J. Roger Léveillé has been named the ninth recipient of the Manitoba Arts Council’s Manitoba Arts Award of Distinction. This $30,000 award is presented biennially to recognize the highest level of artistic excellence and distinguished career achievements by a professional Manitoba artist.
Born in downtown Winnipeg in 1945, J. Roger Léveillé is one of Manitoba’s most eminent francophone writers since Gabrielle Roy. His innovative and extensive body of work and his promotion of the arts have been pioneering in establishing a francophone literature in Manitoba, and in enriching both Manitoba’s cultural environment and Canada’s literary landscape.
Léveillé has published nearly thirty works, mainly in Manitoba but also in Ontario, Quebec, and France. His writing has received widespread critical attention across Canada, and his work has been the object of theses, published volumes, and of an international symposium that was hosted by Winnipeg’s three universities in 2005.
His writing is recognized for its innovative and postmodern qualities; it is at once experimental and elegant, in a variety of genres (novel, essay, poetry) and styles (narrative, deconstructive, multimedia). His first works between 1965 and 1968 were studied at that time at the university level, and they were fundamental to the development of Franco-Manitoban literature.
His novel The Setting Lake Sun was the winner of the Winnipeg Public Library’s On the Same Page contest in 2011. In all, his work has garnered a variety of awards. J.R. Léveillé was the second author to receive the Manitoba Writing and Publishing Lifetime Achievement Award (2006) after Carol Shields.
Not only are his fiction and his poetry recognized throughout French Canada and studied in Canadian and European universities, but his essays have exported Franco-Manitoban literature and culture across Canada and abroad. He has written extensively on Franco-Manitoban authors, on the theatre and the visual arts (on the work of Dominique Rey, for example), in magazines and reviews, for national and international conferences, and in published books. He has produced an anthology of French poetry in Manitoba from 1814 to the present that remains the standard reference work on this subject. For these reasons, he was selected writer-in-residence and guest professor at the Université de Rennes in France in 2008, and remains a sought-after speaker for conferences, readings, and book fairs. He has sat on various juries, most recently for the Governor General’s Awards in poetry in 2010.
On the Manitoban scene, he has sat and continues to sit on a number of boards and cultural committees, such as the Winnipeg International Writers Festival for which he developed a francophone component; he has edited and participated in special issues of the well-known local journal, Prairie Fire; he established the collection Rouge at Éditions du Blé to further new writing ; he created a world premiere of a Samuel Beckett text for the Manitoba Theatre Centre’s inaugural Beckettfest ; and he has collaborated with the Winnipeg Art Gallery in producing Marcel Gosselin exhibition catalogues.
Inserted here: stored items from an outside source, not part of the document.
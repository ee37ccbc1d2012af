"""What lies between inputs and outputs: the cells that change with an input and matter to an output."""

from __future__ import annotations

from collections import defaultdict
from collections.abc import Iterable

from cellsim.cells import CellRef, RangeRef
from cellsim.graph.build import Formula, Graph

_Node = CellRef | RangeRef


def affected_cells(
    graph: Graph,
    inputs: Iterable[CellRef],
    outputs: Iterable[CellRef],
    *,
    count_dynamic: bool = True,
) -> frozenset[CellRef]:
    """The formula cells upstream of the outputs that depend on an input.

    A formula that reads cells which its references do not name (OFFSET, INDIRECT, a data table)
    counts as reading every formula of the workbook and as depending on every input, so the set may
    hold some cells too many, never one too few; unless `count_dynamic` is false, and only named
    references are followed. Input cells themselves are not in it.
    """
    wanted = frozenset(inputs)
    readers, dynamic = _readers(graph, outputs, wanted)
    affected: set[_Node] = set()
    if not count_dynamic:
        dynamic = []
    frontier: list[_Node] = [*wanted, *dynamic]
    affected.update(dynamic)
    while frontier:
        node = frontier.pop()
        for reader in readers.get(node, ()):
            if reader not in affected:
                affected.add(reader)
                frontier.append(reader)
    return frozenset(node for node in affected if isinstance(node, CellRef) and node not in wanted)


def _readers(  # noqa: C901  (one walk over the graph with its two kinds of node)
    graph: Graph, outputs: Iterable[CellRef], inputs: frozenset[CellRef]
) -> tuple[dict[_Node, list[_Node]], list[CellRef]]:
    """Who reads each cell and range upstream of the outputs, and the cells that read unnamed ones."""
    readers: dict[_Node, list[_Node]] = defaultdict(list)
    inputs_by_sheet: dict[str, list[CellRef]] = defaultdict(list)
    for cell in inputs:
        inputs_by_sheet[cell.sheet].append(cell)
    dynamic: list[CellRef] = []
    seen_areas: set[RangeRef] = set()
    seen: set[CellRef] = set()
    frontier: list[CellRef] = []

    def visit(cell: CellRef) -> None:
        if cell not in seen:
            seen.add(cell)
            frontier.append(cell)

    def visit_area(area: RangeRef, reader: CellRef) -> None:
        if area.first_row == area.last_row and area.first_column == area.last_column:
            source = graph.source_of(area.first) or area.first
            readers[source].append(reader)
            if source != area.first:
                readers[area.first].append(reader)
            visit(source)
            return
        readers[area].append(reader)
        if area in seen_areas:
            return
        seen_areas.add(area)
        for cell in graph.formula_cells_in(graph.resolver.clip(area)):
            readers[cell].append(area)
            visit(cell)
        for cell in inputs_by_sheet.get(area.sheet, ()):
            if area.holds(*cell):
                readers[cell].append(area)

    for output in outputs:
        visit(graph.source_of(output) or output)
    everything_visited = False
    while frontier:
        cell = frontier.pop()
        if cell in inputs:
            continue
        formula = graph.formula(cell)
        if formula is None:
            continue
        if graph.is_dynamic(formula):
            dynamic.append(cell)
            if not everything_visited and _reads_anything(formula, graph):
                everything_visited = True
                for other in graph.all_formulas():
                    visit(other.cell)
        for area in graph.precedents(formula):
            visit_area(area, cell)
    return readers, dynamic


def _reads_anything(formula: Formula, graph: Graph) -> bool:
    """Whether a formula may read cells far from those that its references name."""
    return formula.data_table is not None or not graph.functions_of(formula).isdisjoint(
        {"OFFSET", "INDIRECT", "INDEX", "CHOOSE", "XLOOKUP", "IF"}
    )
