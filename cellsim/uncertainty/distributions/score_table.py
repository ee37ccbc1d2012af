"""A monotone cubic in the normal score in place of an inverse function that is slow to compute."""

from __future__ import annotations

import math
from collections.abc import Callable
from dataclasses import dataclass
from typing import TypeAlias

import numpy as np

from cellsim.uncertainty.distributions.distribution import FloatArray

Exact: TypeAlias = Callable[[FloatArray], tuple[FloatArray, FloatArray]]
"""Takes normal scores; gives a rising function of them and its derivative."""

REACH = 6.0
"""Scores further out than this are computed exactly."""

ERROR_BOUND = 1e-11
"""Largest absolute error of a table; checked where the error of a cubic is largest."""

_FEWEST, _MOST = 4_096, 16_384
_BLOCK = 32_768


@dataclass(frozen=True, slots=True, eq=False)
class ScoreTable:
    """A function of the normal score.

    Attributes:
        exact: The function that it stands for.
        coefficients: Shape (4, intervals): of the cubic in each interval of equal width over
            -REACH to REACH, constant term first, in the share of the interval; no intervals if the
            bound could not be met, and then every value is exact.
    """

    exact: Exact
    coefficients: FloatArray

    def __call__(self, z: FloatArray) -> FloatArray:
        """The function at scores `z`, within `ERROR_BOUND`."""
        if self.coefficients.shape[1] == 0:
            return self.exact(z)[0]
        result = np.empty(z.shape)
        flat_z, flat_result = z.reshape(-1), result.reshape(-1)
        for first in range(0, flat_z.size, _BLOCK):
            block = slice(first, first + _BLOCK)
            flat_result[block] = self._interpolate(flat_z[block])
        return result

    def _interpolate(self, z: FloatArray) -> FloatArray:
        intervals = self.coefficients.shape[1]
        place = z + REACH
        place *= intervals / (2 * REACH)
        outside = (place < 0) | (place >= intervals)
        any_outside = bool(outside.any())
        if any_outside:
            place[outside] = 0.0
        interval = place.astype(np.intp)
        place -= interval
        constant, linear, quadratic, cubic = self.coefficients
        result: FloatArray = cubic[interval]
        for coefficient in (quadratic, linear, constant):
            result *= place
            result += coefficient[interval]
        if any_outside:
            result[outside] = self.exact(z[outside])[0]
        return result


def build_score_table(exact: Exact) -> ScoreTable:
    """A table with as few intervals as meet `ERROR_BOUND`, from 4,096 to 16,384.

    Cubic Hermite interpolation with the true derivatives; its error is largest in the middle of an
    interval, and there each is compared with the exact function. Slopes must lie in the circle in
    which a cubic is monotone (Fritsch and Carlson 1980).

    Args:
        exact: The function and its derivative; rising, four times differentiable.
    """
    intervals = _FEWEST
    while intervals <= _MOST:
        coefficients = _hermite(exact, intervals)
        if coefficients is not None:
            return ScoreTable(exact, coefficients)
        intervals *= 2
    return ScoreTable(exact, np.empty((4, 0)))


def _hermite(exact: Exact, intervals: int) -> FloatArray | None:
    """The coefficients, or None if the bound is not met."""
    width = 2 * REACH / intervals
    knots = np.linspace(-REACH, REACH, intervals + 1)
    values, slopes = exact(knots)
    rise = np.diff(values)
    left, right = slopes[:-1] * width, slopes[1:] * width
    if not np.all(np.isfinite(rise)) or not np.all(left * left + right * right <= 9.0 * rise**2):
        return None
    coefficients = np.array(
        [values[:-1], left, 3 * rise - 2 * left - right, left + right - 2 * rise]
    )
    middle = values[:-1] + (rise + (left - right) / 4) / 2
    truth = exact((knots[:-1] + knots[1:]) / 2)[0]
    error = float(np.max(np.abs(middle - truth)))
    return coefficients if math.isfinite(error) and error <= ERROR_BOUND else None
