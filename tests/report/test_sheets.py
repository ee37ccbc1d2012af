"""What stands on the sheets, read back from the file."""

from __future__ import annotations

import re
import zipfile
from collections.abc import Callable, Iterator
from dataclasses import replace
from pathlib import Path
from typing import Any
from xml.etree import ElementTree as ET

import numpy as np
import openpyxl
import pytest
from openpyxl.workbook import Workbook

from cellsim.report.wording import CAUTION
from cellsim.report.write import write_report
from cellsim.results import DependencePair, FailedDraw, Failures, RunResults, Threshold
from cellsim.values import ErrorValue, encode_error

Made = Callable[..., Any]
HOSTILE = (
    "=1+1",
    "+x",
    "@x",
    "-2+3",
    "{=1}",
    "<r>bold</r>",
    "http://example.invalid/",
    "a\x00b\x07\x1b\ud800\ufffe",
    "_x0041_",
    "שלום ← emoji 🛳",
    "line one\r\nline two",
    "y" * 40_000,
)


def opened(results: RunResults, folder: Path, **options: Any) -> Workbook:
    path = folder / "run.xlsx"
    write_report(results, path, overwrite=True, **options)
    check_parts(path)
    return openpyxl.load_workbook(path)


def check_parts(path: Path) -> None:
    """Every part is well-formed; no stored number is infinite or not a number; links stay inside."""
    with zipfile.ZipFile(path) as package:
        assert package.testzip() is None
        for name in package.namelist():
            text = package.read(name).decode("utf-8")
            root = ET.fromstring(text)
            if name.startswith("xl/worksheets/sheet"):
                values = [v.text or "" for v in root.iter("{*}v")]
                assert not [v for v in values if re.search("inf|nan", v, re.IGNORECASE)]
                for row in root.iter("{*}row"):
                    assert float(row.get("ht", "0")) <= 409
            if name.endswith(".rels"):
                assert 'TargetMode="External"' not in text


def texts(book: Workbook, sheet: str) -> list[str]:
    return [
        str(cell.value) for row in book[sheet].iter_rows() for cell in row if cell.value is not None
    ]


def formulas(book: Workbook) -> Iterator[tuple[str, str]]:
    for sheet in book:
        for row in sheet.iter_rows():
            for cell in row:
                if cell.data_type == "f":
                    yield sheet.title, str(cell.value)


def test_sheets_come_in_order_and_empty_ones_are_left_out(
    ferry_run: RunResults, make_run: Made, output_record: Made, tmp_path: Path
) -> None:
    book = opened(ferry_run, tmp_path, draws_sheet=True)
    assert book.sheetnames == [
        "Headline", "Quantiles", "Distribution", "Inputs", "Dependence", "Failed draws", "Model check",
        "Run record", "Draws",
    ]  # fmt: skip
    small = make_run([(output_record("value"), [1.0, 2.0, 3.0])])
    assert opened(small, tmp_path).sheetnames == [
        "Headline", "Quantiles", "Distribution", "Inputs", "Model check", "Run record",
    ]  # fmt: skip


def test_headline_says_what_the_draws_say(ferry_run: RunResults, tmp_path: Path) -> None:
    words = " ".join(texts(opened(ferry_run, tmp_path), "Headline"))
    value = ferry_run.output_draws[0][np.isfinite(ferry_run.output_draws[0])]
    assert f"the median is {np.median(value):.2f} EUR" in words
    assert f"{(value > 4.2).mean() * 100:.1f} % of the draws lie above 4.20 EUR." in words
    low, high = np.quantile(value, [0.1, 0.9])
    assert f"the central 80 % of the draws run from {low:.2f} EUR to {high:.2f} EUR" in words
    assert "5,000 draws (Latin hypercube sampling, seed 4711) of 3 uncertain inputs" in words
    assert "The base case is the error #N/A." in words


def test_headline_warns_of_what_stands_out(ferry_run: RunResults, tmp_path: Path) -> None:
    words = " ".join(texts(opened(ferry_run, tmp_path), "Headline"))
    assert f"{ferry_run.failures.draws} draws" in words
    assert "2 formulas whose recalculated value differs" in words
    assert "WEBSERVICE" in words
    assert "Fuel price (95.00 EUR/t) lies above its 95 % quantile" in words
    assert "New berth" not in words.split("To be careful of")[1]


def test_nothing_is_warned_of_without_reason(
    make_run: Made, output_record: Made, tmp_path: Path
) -> None:
    draws = np.random.default_rng(1).normal(4, 1, 20_000)
    words = texts(opened(make_run([(output_record("value"), draws)]), tmp_path), "Headline")
    assert "Nothing stood out in the draws, the inputs or the model check." in words


@pytest.mark.parametrize("sheet", ["Headline", "Run record"])
def test_caution_stands_on_the_first_sheet_and_the_record(
    sheet: str, ferry_run: RunResults, tmp_path: Path
) -> None:
    assert CAUTION in texts(opened(ferry_run, tmp_path), sheet)


def test_quantile_table_holds_the_quantiles(ferry_run: RunResults, tmp_path: Path) -> None:
    sheet = opened(ferry_run, tmp_path)["Quantiles"]
    value = ferry_run.output_draws[0][np.isfinite(ferry_run.output_draws[0])]
    rows = list(sheet.iter_rows(min_row=9, max_row=113, max_col=4, values_only=True))
    assert [rows[0][0], rows[-1][0], len(rows)] == [0, 1, 105]
    probabilities = [float(str(row[0])) for row in rows]
    assert [row[1] for row in rows] == pytest.approx(
        np.quantile(value, probabilities).tolist(), rel=1e-12
    )
    median = rows[probabilities.index(0.5)]
    assert float(str(median[2])) < float(str(median[1])) < float(str(median[3]))


def test_quantiles_come_in_the_models_number_format(ferry_run: RunResults, tmp_path: Path) -> None:
    sheet = opened(ferry_run, tmp_path)["Quantiles"]
    assert sheet["B20"].number_format == "0.00"


def test_only_the_look_up_has_formulas(ferry_run: RunResults, tmp_path: Path) -> None:
    found = list(formulas(opened(ferry_run, tmp_path, draws_sheet=True)))
    assert {sheet for sheet, _ in found} == {"Quantiles"}
    assert len(found) == 3 * len(ferry_run.outputs)
    names = set(re.findall(r"[A-Z]+(?=\()", " ".join(formula for _, formula in found)))
    assert names <= {"IF", "INDEX", "MATCH", "ROWS"}


@pytest.mark.parametrize("text", HOSTILE)
def test_text_from_outside_stays_text(
    text: str, make_run: Made, output_record: Made, input_record: Made, tmp_path: Path
) -> None:
    draws = np.random.default_rng(1).normal(4, 1, 500)
    threshold = [Threshold("=" + text, 4.2)]
    results = make_run(
        [
            (
                replace(
                    output_record(text, label=text, unit=text, place=text),
                    thresholds=tuple(threshold),
                ),
                draws,
            )
        ],
        [
            (
                input_record(
                    text,
                    label=text,
                    unit=text,
                    place=text,
                    distribution=text,
                    note=text,
                    source=text,
                ),
                draws,
            )
        ],
        dependence=(DependencePair(text, text, 0.1, 0.1),),
        failures=Failures(
            1, {(text, text): 1}, (FailedDraw(1, text, text, text, text, {text: 1.0}),)
        ),
    )
    record = replace(
        results.record, model=text, sidecar=text, sidecar_text=text, command=text, sampling=text,
        versions={text: text}, engine={text: text}, slow_cells=((text, text),),
    )  # fmt: skip
    book = opened(replace(results, record=record), tmp_path, draws_sheet=True)
    assert {sheet for sheet, _ in formulas(book)} == {"Quantiles"}
    assert not [s for s, f in formulas(book) if not re.match(r"=IF\(|=1-", f)]
    lengths = [
        len(value.encode("utf-16-le")) // 2 for s in book.sheetnames for value in texts(book, s)
    ]
    assert max(lengths) <= 32_767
He has also been mentor or editor for some of French Canada’s most widely recognized authors, such as Marc Prescott, Lise Gaboury-Diallo, and Charles Leblanc. The books he has published or edited have often garnered awards for design. The aesthetic and hybrid nature of his writing has led him to collaborate and publish with various artists such as Tony Tascona, Étienne Gaboury, and Lorraine Pritchard (Carman/Montréal). He has edited and published books and chapbooks by artists such as Arthur Adamson, George Swinton, Suzanne Gauthier, Bruce Head, and Winston Leathers. In 2010, he gave the keynote conference at the symposium on cultural minorities in Avignon, France, with a presentation of the works of Franco-Manitoban artists.
Though his promotion of all facets of Manitoban, Franco-Manitoban in particular, art and culture is noteworthy in itself, all this is anchored in his own work and in his rigorous application of the art of writing. It is for this accomplished body of work that J. Roger Léveillé has been named as the recipient of the 2012 Manitoba Arts Award of Distinction: over forty years of writing, always at the forefront, forever exploring and renewing itself, remaining thoroughly modern. These are qualities that continue to make his work one of the most exciting, meaningful and current expressions by a Manitoba author.
Previous Award of Distinction recipients include: William Eakin (2009), Roland Mahé (2008), Dr. Robert Turner (2007), Aganetha Dyck (2006), Guy Maddin (2005), Grant Guy (2004), Robert Kroetsch (2003), and Leslee Silverman (2002).